If you set Distiller to create an "optimized" PDF file, your file will be set up to load efficiently for someone transferring it over the Internet. An optimized PDF stores the text for each page first, then the graphics, and finally the fonts. When you display the file in a browser, the text comes in almost immediately, so you can start reading right away. The larger elements, graphics and fonts, show up shortly thereafter. (This only works with Netscape Navigator, by the way; Internet Explorer supports the plug-in, but must download the entire PDF file before displaying the first page.)
All PDF, All the Time? Despite our enthusiasm for Acrobat, we’re not ready to develop an all-PDF Web site. HTML still has many uses, one of which is to provide Web pages to visitors who don’t have Acrobat Reader or the browser plug-in. Marvelous as it is, Acrobat Reader is still an additional program to install, and a multi-megabyte download from Adobe at that. The software is still relatively unfamiliar to the general public, despite Adobe’s estimate that 20 million people have either downloaded it or received it bundled with other software. I’m looking forward to the day when I don’t have to explain what Acrobat is, or what it can do.

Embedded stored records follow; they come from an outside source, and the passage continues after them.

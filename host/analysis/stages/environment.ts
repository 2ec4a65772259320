// Stage: the room beside the swing (A records): its means and range, the air density at the mean conditions
// (CIPM-2007, x_CO2 = 0.0004), the effective length's temperature coefficient from the reduced periods, and T0
// carried to the reference temperature (the mean of the readings) with the length carried there for g.
//
// Amplitudes follow the room: θ from a transit time needs the length (block half-angle w/2L) and ω0, and both move
// with the temperature (θ ∝ L^(−1/2)); with a fixed L the reduction hides θ²/8 of α (0.5 % at 11°). So the
// coefficient is fitted once on the reduction's amplitudes, the amplitudes are solved again with L(T) and ω0(T),
// and the coefficient fitted again (a second round would move it by θ²/8 of the first round's change: nothing).
//
// No lag between the air and the string is modelled: a wire follows the air with τ = ρc·r/(2h), under a minute for a
// 0.2 mm steel wire, against blocks of ≥ 10 min and a room that moves over hours (docs/room-clock.md,
// docs/references.md#ref-string-lag). The device clock's rate is tracked through the run before this stage
// (host/analysis/clock-track.ts); its uncertainty's slope against the temperature joins u(α).
import { airDensityCipm2007 } from '../air-density.ts';
import { temperatureSlope, type RateTrack } from '../clock-track.ts';
import type { SequencedPasses } from '../passes.ts';
import { stokesAddedMassK } from '../pendulum-corrections.ts';
import { reducePeriods } from '../period-law.ts';
import type { BudgetLine, EnvironmentResult } from '../result.ts';
import { fitBlocks, fitLengthDrift, lengthAt, type BlockT0, type LengthDriftFit, type RoomReading } from '../room-drift.ts';
import { passConditions, periodFactors, warpedTimes, type PassConditions } from '../room-warp.ts';
import { amplitudeFromTransit, blockHalfAngle } from '../transit-amplitude.ts';
import type { Rig } from '../../../protocol/rig.ts';
import { fillPeriodAmplitudes } from './amplitudes.ts';
import type { Periods } from './periods.ts';
import type { Reduction } from './reduction.ts';
import { lineT0, type T0Estimate } from './t0-line.ts';

const mean = (xs: readonly number[]): number => xs.reduce((s, v) => s + v, 0) / xs.length;

/** What the room changes downstream: T0 at the reference temperature, the rig there, and the budget's rows. */
export interface RoomStage {
  readonly environment: EnvironmentResult | null;
  /** The line through the warped pass times (T0 at the reference temperature); null: keep the plain line. */
  readonly t0: T0Estimate | null;
  /** The rig at the reference conditions: length carried from length_temp_C, air density of the readings. */
  readonly rig: Rig | null;
  /** Relative standard uncertainty of T0 from the coefficient's (the warp's share). */
  readonly T0_rel: number;
  readonly rows: BudgetLine[];
}

/** The periods' reduced values and mid times inside the readings' span (outside it the temperature is not known). */
function periodPoints(passes: SequencedPasses, periods: Periods, red: Reduction, P0: ArrayLike<number>, pAmp: ArrayLike<number>, sorted: readonly RoomReading[]) {
  const pts: { t_s: number; T0_s: number; amplitude_rad: number }[] = [];
  for (let i = 0; i < periods.P.length; i++) {
    if (!red.keep[i] || !Number.isFinite(P0[i]!)) continue;
    const t = Number(passes.t[periods.ends[i]!]) - periods.P[i]! / 2;
    if (t >= sorted[0]!.t_s && t <= sorted.at(-1)!.t_s && Number.isFinite(pAmp[i]!)) pts.push({ t_s: t, T0_s: P0[i]!, amplitude_rad: pAmp[i]! });
  }
  return pts;
}

/** Amplitudes of every pass with the length and ω0 of its moment (rad), the periods reduced with them, and w per pass. */
function roomAmplitudes(c: RoomContext, alpha: number, shift: { dTransit?: number; dWidth?: number } = {}) {
  const { passes, periods, red, rig } = c;
  const w = periodFactors(c.cond, alpha);
  const omega0 = (2 * Math.PI) / red.T0mean!;
  const L_ref = lengthAt(rig.length_m, c.lengthC, alpha, c.Tref);
  const solve = (k: number): number => {
    const L = L_ref * (1 + alpha * c.cond.dT[k]!);
    return amplitudeFromTransit(passes.transit[k]! + (shift.dTransit ?? 0), blockHalfAngle(rig.flag_width_m + (shift.dWidth ?? 0), L), omega0 / w[k]!);
  };
  const amp = new Float64Array(passes.t.length).fill(NaN);
  const pAmp = new Float64Array(periods.ends.length).fill(NaN);
  fillPeriodAmplitudes(periods, passes.index, solve, amp, pAmp);
  return { amp, pAmp, P0: reducePeriods(periods.P, pAmp), w };
}

/** What the room's fits share: the passes and their periods, the readings, the rig, the reference and the air model. */
interface RoomContext {
  readonly passes: SequencedPasses;
  readonly periods: Periods;
  readonly red: Reduction;
  readonly rig: Rig;
  readonly sorted: readonly RoomReading[];
  readonly Tref: number;
  readonly lengthC: number;
  readonly air: ReturnType<typeof airModel>;
  readonly cond: PassConditions;
}

/** The T0 line through the pass times warped with α (amplitudes as given), over all passes or ranges of them. */
function warpedLines(c: RoomContext, alpha: number, amps: ReturnType<typeof roomAmplitudes>, ranges: readonly (readonly [number, number] | undefined)[]): T0Estimate[] {
  const rigAt: Rig = { ...c.rig, length_m: lengthAt(c.rig.length_m, c.lengthC, alpha, c.Tref) };
  const w = periodFactors(c.cond, alpha);
  const passes = { ...c.passes, td: warpedTimes(c.passes.td, c.passes.t, w) };
  const red = { ...c.red, amp: amps.amp, pAmp: amps.pAmp, P0: amps.P0 };
  return ranges.map((r) => lineT0(passes, c.periods, red, rigAt, r));
}

/** The coefficient from blocks of ≥ 10 min (≥ 8 of them when the run allows): see fitBlocks (room-drift.ts). */
function blockCoefficient(c: RoomContext, alpha: number, amps: ReturnType<typeof roomAmplitudes>): { alpha: number; u: number } | null {
  const t = c.passes.t;
  const n = t.length;
  const from = c.sorted[0]!.t_s;
  const to = c.sorted.at(-1)!.t_s;
  const len = Math.max(600, (to - from) / 64);
  const ranges: [number, number][] = [];
  for (let lo = 0; lo < n; ) {
    let hi = lo + 1;
    const k = Math.floor((t[lo]! - from) / len);
    while (hi < n && Math.floor((t[hi]! - from) / len) === k) hi++;
    if (t[lo]! >= from && t[hi - 1]! <= to && hi - lo >= 50) ranges.push([lo, hi]);
    lo = hi;
  }
  const lines = warpedLines(c, alpha, amps, ranges);
  const blocks: BlockT0[] = [];
  ranges.forEach(([lo, hi], j) => {
    const line = lines[j]!.line;
    let dT = 0;
    let a2 = 0;
    let na = 0;
    for (let i = lo; i < hi; i++) {
      dT += c.cond.dT[i]!;
      if (Number.isFinite(amps.amp[i]!)) (a2 += amps.amp[i]! ** 2), na++;
    }
    if (line && line.u_T0 > 0 && na > 0) blocks.push({ dT: dT / (hi - lo), theta2: a2 / na, T0: line.T0, u: line.u_T0 });
  });
  const f = fitBlocks(blocks);
  return f ? { alpha: alpha + (2 * f.s) / f.a, u: (2 * f.u_s) / f.a } : null;
}

/**
 * The air's share as the corrections stage applies it (pendulum-corrections.ts): added mass in the middle of
 * potential flow (k = 1/2) and Stokes' oscillating sphere, its half-range a rectangular uncertainty beside 10 % of
 * the share for the bob density (common practice, no source). Without a bob density the coefficient keeps the air's share.
 */
function airModel(rig: Rig | null, rho: number, T0: number | null): { bobDensity?: number; addedMassK?: number; airRelU?: number } {
  if (rig?.bob_density_kg_m3 === undefined || T0 === null) return {};
  const hi = stokesAddedMassK(rho, rig.bob_diameter_m !== undefined ? rig.bob_diameter_m / 2 : undefined, (2 * Math.PI) / T0);
  const k = (0.5 + hi) / 2;
  return { bobDensity: rig.bob_density_kg_m3, addedMassK: k, airRelU: Math.hypot(0.1, (hi - 0.5) / 2 / Math.sqrt(3) / (1 + k)) };
}

/**
 * The coefficient and T0 at the reference temperature. α first from the periods (room-drift.ts), the amplitudes
 * solved again with it, then α from blocks of warped pass times (its statistics), and the systematic terms: the
 * air's share and the reduction's (the transit read 5 µs long, the flag width off by its u) through the periods.
 */
function coefficientAndT0(c: RoomContext, fit0: LengthDriftFit, delayU_s: number, uClock: number) {
  const periodAlpha = (a: { P0: ArrayLike<number>; pAmp: ArrayLike<number> }) => fitLengthDrift(periodPoints(c.passes, c.periods, c.red, a.P0, a.pAmp, c.sorted), c.sorted, c.air);
  // Amplitudes with α from the periods: the later α differ from it by far less than would move an amplitude.
  const amps = roomAmplitudes(c, fit0.alpha_per_K);
  const fit1 = periodAlpha(amps) ?? fit0;
  const blocks = blockCoefficient(c, fit1.alpha_per_K, amps);
  const alpha = blocks ? blocks.alpha : fit1.alpha_per_K;
  const moved = (shift: { dTransit?: number; dWidth?: number }): number =>
    Math.abs((periodAlpha(roomAmplitudes(c, fit0.alpha_per_K, shift))?.alpha_per_K ?? fit1.alpha_per_K) - fit1.alpha_per_K);
  const uRed = Math.hypot(moved({ dTransit: delayU_s }), moved({ dWidth: c.rig.flag_width_u_m }));
  const u = Math.hypot(blocks ? Math.hypot(blocks.u, fit1.alpha_u_air_per_K, uRed) : fit1.alpha_u_per_K, uClock);
  const [t0] = warpedLines(c, alpha, amps, [undefined]) as [T0Estimate];
  const [t0moved] = warpedLines(c, alpha + u, amps, [undefined]) as [T0Estimate];
  const T0_rel = t0.T0 !== null && t0moved.T0 !== null ? Math.abs(t0moved.T0 / t0.T0 - 1) : 0;
  return { alpha, u, t0, T0_rel };
}

/**
 * The tracked clock rate's share of u(α): the pass times follow the tracked rate, so its error that moves with the
 * temperature, slope s against the readings' ΔT, reads as 2s of coefficient; u(s) from the track's covariance.
 */
function clockAlphaU(track: RateTrack | undefined, sorted: readonly RoomReading[], Tref: number): number {
  const slope = track ? temperatureSlope(track, sorted.map((r) => r.t_s), sorted.map((r) => r.tempC - Tref)) : null;
  return slope ? 2 * slope.u : 0;
}

/** The room stage; without readings (or without a temperature spread) it changes nothing downstream. */
export function roomStage(room: readonly RoomReading[] | undefined, passes: SequencedPasses, periods: Periods, red: Reduction, rig: Rig | null, delayU_s: number, clock?: RateTrack): RoomStage {
  const none = { t0: null, rig, T0_rel: 0, rows: [] };
  if (!room || room.length === 0) return { environment: null, ...none };
  const sorted = [...room].sort((a, b) => a.t_s - b.t_s);
  const temps = sorted.map((r) => r.tempC);
  const conditions = { tempC: mean(temps), pressPa: mean(sorted.map((r) => r.pressPa)), rhPct: mean(sorted.map((r) => r.rhPct)) };
  const rho = airDensityCipm2007(conditions);
  const Tref = conditions.tempC;
  const air = airModel(rig, rho, red.T0mean);
  const spread = Math.max(...temps) - Math.min(...temps) > 0.1;
  const fit0 = spread ? fitLengthDrift(periodPoints(passes, periods, red, red.P0, red.pAmp, sorted), sorted, air) : null;
  let coeff: { alpha: number; u: number } | null = fit0 && { alpha: fit0.alpha_per_K, u: fit0.alpha_u_per_K };
  let out: Omit<RoomStage, 'environment'> = { ...none, rig: rig && { ...rig, air_density_kg_m3: rho } };
  if (fit0 && rig && red.T0mean !== null) {
    const lengthC = rig.length_temp_C ?? Tref;
    const cond = passConditions(passes.t, sorted, Tref, air);
    const r = coefficientAndT0({ passes, periods, red, rig, sorted, Tref, lengthC, air, cond }, fit0, delayU_s, clockAlphaU(clock, sorted, Tref));
    coeff = r;
    const rows: BudgetLine[] = [
      { id: 'room-T0', name: 'T0 carried to the reference temperature', u_rel_g: 2 * r.T0_rel, note: { kind: 'temperature-coefficient', per_K: r.alpha, u_per_K: r.u, reference_C: Tref } },
      { id: 'room-length', name: 'length carried to the reference temperature', u_rel_g: r.u * Math.abs(Tref - lengthC), note: { kind: 'length-carried', measured_C: lengthC, reference_C: Tref } },
    ];
    out = { t0: r.t0, rig: { ...rig, length_m: lengthAt(rig.length_m, lengthC, r.alpha, Tref), air_density_kg_m3: rho }, T0_rel: r.T0_rel, rows };
  }
  return {
    environment: {
      temperature_mean_C: conditions.tempC,
      temperature_min_C: Math.min(...temps),
      temperature_max_C: Math.max(...temps),
      pressure_mean_Pa: conditions.pressPa,
      humidity_mean_pct: conditions.rhPct,
      air_density_kg_m3: rho,
      length_temp_coeff_ppm_per_K: coeff ? coeff.alpha * 1e6 : null,
      length_temp_coeff_u_ppm_per_K: coeff ? coeff.u * 1e6 : null,
      reference_temperature_C: Tref,
    },
    ...out,
  };
}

To its credit, Adobe has been working hard to get Acrobat into general distribution – don’t forget those online IRS forms. Unlike other software technologies, Acrobat is likely to have a long shelf life given Adobe’s position as a leading desktop publishing software company. (Even Quark, maker of QuarkXPress, is trying to build PDF support into their product.)
But I’m still waiting to see the Acrobat disco dancers on television.
[Mike Lee is publisher of Intangible Publications and a freelance designer in Eugene, Oregon.]